A taskCount = 4 means that 4 tasks will be created to ingest from the kafka topic, which means a maximum parallelism of 4. This means that only 4 out of the available worker capacity will be used for this.

How many partitions do you have in kafka topic ? Even if you have 4 tasks, if you only have one partition, you will only have one task. You’ll need at least as many partitions as the taskCount you want in order to consume them in parallel.

Another item I noticed is that your queryGranularity is set to “DAY”, this means that all timestamps will be truncated to dates. Is that what you are looking for? If so, then you’ll likely want to enable rollup and aggregate metrics during ingestion.

This doc has the info you need regarding queryGranularity and rollup

BTW… I think you may need a filter on the __time column so that you are limiting the timeframe you look at in your query.
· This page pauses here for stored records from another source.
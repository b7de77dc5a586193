import type { z } from 'zod';
import { checkContract } from '../../shared/contract/check';
import { errorReply } from '../../shared/contract/common';
import { csrfReply } from '../../shared/contract/people';

/** An error reply of the Anglebench API, `{ error: { code, message } }`, as a typed error. */
export class ApiError extends Error {
  constructor(
    readonly status: number,
    readonly code: string,
    message: string,
  ) {
    super(message);
    this.name = 'ApiError';
  }
}

/** The ApiError of a failed reply: its `{ error }` body when it has one, else its status line. */
export function apiErrorOf(status: number, statusText: string, body: unknown): ApiError {
  const parsed = errorReply.safeParse(body);
  return parsed.success
    ? new ApiError(status, parsed.data.error.code, parsed.data.error.message)
    : new ApiError(status, `http_${status}`, `${status} ${statusText}`.trim());
}

export interface ApiRequest extends Omit<RequestInit, 'body'> {
  /** A plain object is sent as JSON; FormData and Blob are sent as they are. */
  body?: unknown;
}

const SAFE_METHODS = new Set(['GET', 'HEAD', 'OPTIONS']);

// The session's CSRF token, fetched once and shared by every write. Sign-in and sign-out change
// the session, so they replace or forget it (setCsrfToken / forgetCsrfToken).
let csrfToken: Promise<string> | null = null;

/** The session's CSRF token, from GET /api/auth/csrf on first use. */
export function csrfTokenForWrites(): Promise<string> {
  csrfToken ??= apiReply(csrfReply, '/api/auth/csrf').then(
    (r) => r.token,
    (err: unknown) => {
      csrfToken = null; // try again on the next write
      throw err;
    },
  );
  return csrfToken;
}

/** Keep the token a sign-in reply carried (the session was regenerated). */
export function setCsrfToken(token: string): void {
  csrfToken = Promise.resolve(token);
}

/** Forget the token (after sign-out); the next write fetches a fresh one. */
export function forgetCsrfToken(): void {
  csrfToken = null;
}

/**
 * Fetch `/api…` with the session cookie; resolve to the parsed JSON or throw an ApiError.
 * Writes carry the x-csrf-token header; a stale token is refreshed and the write sent once more.
 */
export async function api<T>(path: string, init: ApiRequest = {}): Promise<T> {
  const method = (init.method ?? 'GET').toUpperCase();
  if (SAFE_METHODS.has(method)) return send<T>(path, init, null);
  try {
    return await send<T>(path, init, await csrfTokenForWrites());
  } catch (err) {
    if (!(err instanceof ApiError && err.status === 403 && err.code === 'csrf')) throw err;
    forgetCsrfToken();
    return send<T>(path, init, await csrfTokenForWrites());
  }
}

/**
 * `api` for a reply the contract describes (shared/contract): typed from `schema` and, in
 * development, checked against it, so a renamed or missing field throws a ContractError naming
 * it instead of showing an empty page. The value is returned as received, not re-parsed.
 */
export async function apiReply<S extends z.ZodType>(schema: S, path: string, init: ApiRequest = {}): Promise<z.output<S>> {
  const value = await api<unknown>(path, init);
  if (import.meta.env.DEV) checkContract(schema, value, `The reply to ${(init.method ?? 'GET').toUpperCase()} ${path}`);
  return value as z.output<S>;
}

async function send<T>(path: string, init: ApiRequest, csrf: string | null): Promise<T> {
  const headers = new Headers(init.headers);
  if (csrf) headers.set('x-csrf-token', csrf);
  let body: BodyInit | undefined;
  if (init.body instanceof FormData || init.body instanceof Blob) body = init.body;
  else if (init.body !== undefined) {
    body = JSON.stringify(init.body);
    headers.set('content-type', 'application/json');
  }
  headers.set('accept', 'application/json');
  let res: Response;
  try {
    res = await fetch(path, { ...init, body, headers, credentials: 'same-origin' });
  } catch (cause) {
    if ((cause as Error).name === 'AbortError') throw cause;
    throw new ApiError(0, 'network', 'The server could not be reached. Is it running?');
  }
  if (res.status === 204) return undefined as T;
  const text = await res.text();
  let parsed: unknown = undefined;
  try {
    parsed = text ? JSON.parse(text) : undefined;
  } catch {
    // Not JSON (a proxy page, say): reported below with the status.
  }
  if (!res.ok) throw apiErrorOf(res.status, res.statusText, parsed);
  return parsed as T;
}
Otherwise you would need to potentially read all segments, sort them and then take the top 30.

Thanks for quick response. There are no issues with ingestion. I do see all data in druid table on-time and also peons not taking much resources when there are no read queries. The issue is I am not getting read throughput. I need 500TPS. I can get now under 50 TPS. adding more servers not helping.
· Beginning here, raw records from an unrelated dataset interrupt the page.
// The sign-in limiter's store on the database: counts shared by whoever uses the table, exact
// under concurrent increments, and a window that has ended starts again.
import type { Options } from 'express-rate-limit';
import type { Sequelize } from 'sequelize';
import { afterAll, beforeAll, describe, expect, it } from 'vitest';
import { SignInAttemptStore } from '../../../server/auth/sign-in-attempt-store';
import { openDatabase } from '../../../server/db/connection';
import { migrate } from '../../../server/db/migrator';
import { tempDatabase } from '../../support/temp-db';

const tmp = await tempDatabase();
let db: Sequelize;
let other: Sequelize;
const WINDOW_MS = 15 * 60 * 1000;
const storeOn = (d: Sequelize) => {
  const s = new SignInAttemptStore(d);
  s.init({ windowMs: WINDOW_MS } as Options);
  return s;
};

beforeAll(async () => {
  db = openDatabase(tmp.url);
  await migrate(db);
  // A second connection pool on the same database stands for a second server instance.
  other = openDatabase(tmp.url);
});
afterAll(async () => {
  await other.close();
  await db.close();
  await tmp.cleanup();
});

describe('SignInAttemptStore', () => {
  it('counts every hit once when two instances count the same client at once', async () => {
    const a = storeOn(db);
    const b = storeOn(other);
    const results = await Promise.all(Array.from({ length: 30 }, (_, i) => (i % 2 ? a : b).increment('10.0.0.1')));
    // Each increment saw its own count: 1…30, none twice.
    expect(results.map((r) => r.totalHits).sort((x, y) => x - y)).toEqual(Array.from({ length: 30 }, (_, i) => i + 1));
    expect((await b.get('10.0.0.1'))?.totalHits).toBe(30);
    const resetTime = results[0].resetTime!.getTime();
    expect(Math.abs(resetTime - (Date.now() + WINDOW_MS))).toBeLessThan(60_000);
  });

  it('takes a hit back on decrement, forgets a client on resetKey, and keeps clients apart', async () => {
    const a = storeOn(db);
    await a.increment('10.0.0.2');
    await a.increment('10.0.0.2');
    await a.decrement('10.0.0.2');
    expect((await a.get('10.0.0.2'))?.totalHits).toBe(1);
    expect((await a.get('10.0.0.3'))).toBeUndefined();
    await a.resetKey('10.0.0.2');
    expect(await a.get('10.0.0.2')).toBeUndefined();
  });

  it('starts a client again at one hit once its window has ended', async () => {
    const a = storeOn(db);
    for (let i = 0; i < 5; i++) await a.increment('10.0.0.4');
    // The window ended a second ago (set in the table rather than waited for).
    await db.query('UPDATE sign_in_attempts SET "resetMs" = :past WHERE client = :client', { replacements: { past: Date.now() - 1000, client: 'sign-in:10.0.0.4' } });
    expect(await a.get('10.0.0.4')).toBeUndefined();
    expect((await a.increment('10.0.0.4')).totalHits).toBe(1);
  });
});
Currently I am using only one day worth of data (dropbeforePeriod =1day), so no __time filter is required. I added server_timestamp as second column after company_id which is used to find last 30 events (order by server_timestamp desc). all queries are filtered by company_id which is first dimension. Also, I can not rollup as they need last 30 events.
“dimensions”: [
{“type”: “string”,“name”:“company_id”,“createBitmapIndex”:“true”},
{“type”: “long”, “name”: “server_timestamp”},
{“type”: “string”,“name”:“screen_id”,“createBitmapIndex”:“true”},
“action”,
“object”,
“auth_id”,
“url_host_name”,
“referrer_url”,
“partner_name”,
“user_type”,
“current_sku”,
“sku”,
“app_name”,
“screen_path”,
“page_title”,
“sub_action”,
“sub_object”,
“time_stamp”
]
},

It is a little bit length, but could you confirm that you have been through all of the tuning guide in the docs? For example, there is the question of whether you have enough Jetty threads on the broker for the number of middlemanagers.

Also, the segment size optimisation tasks?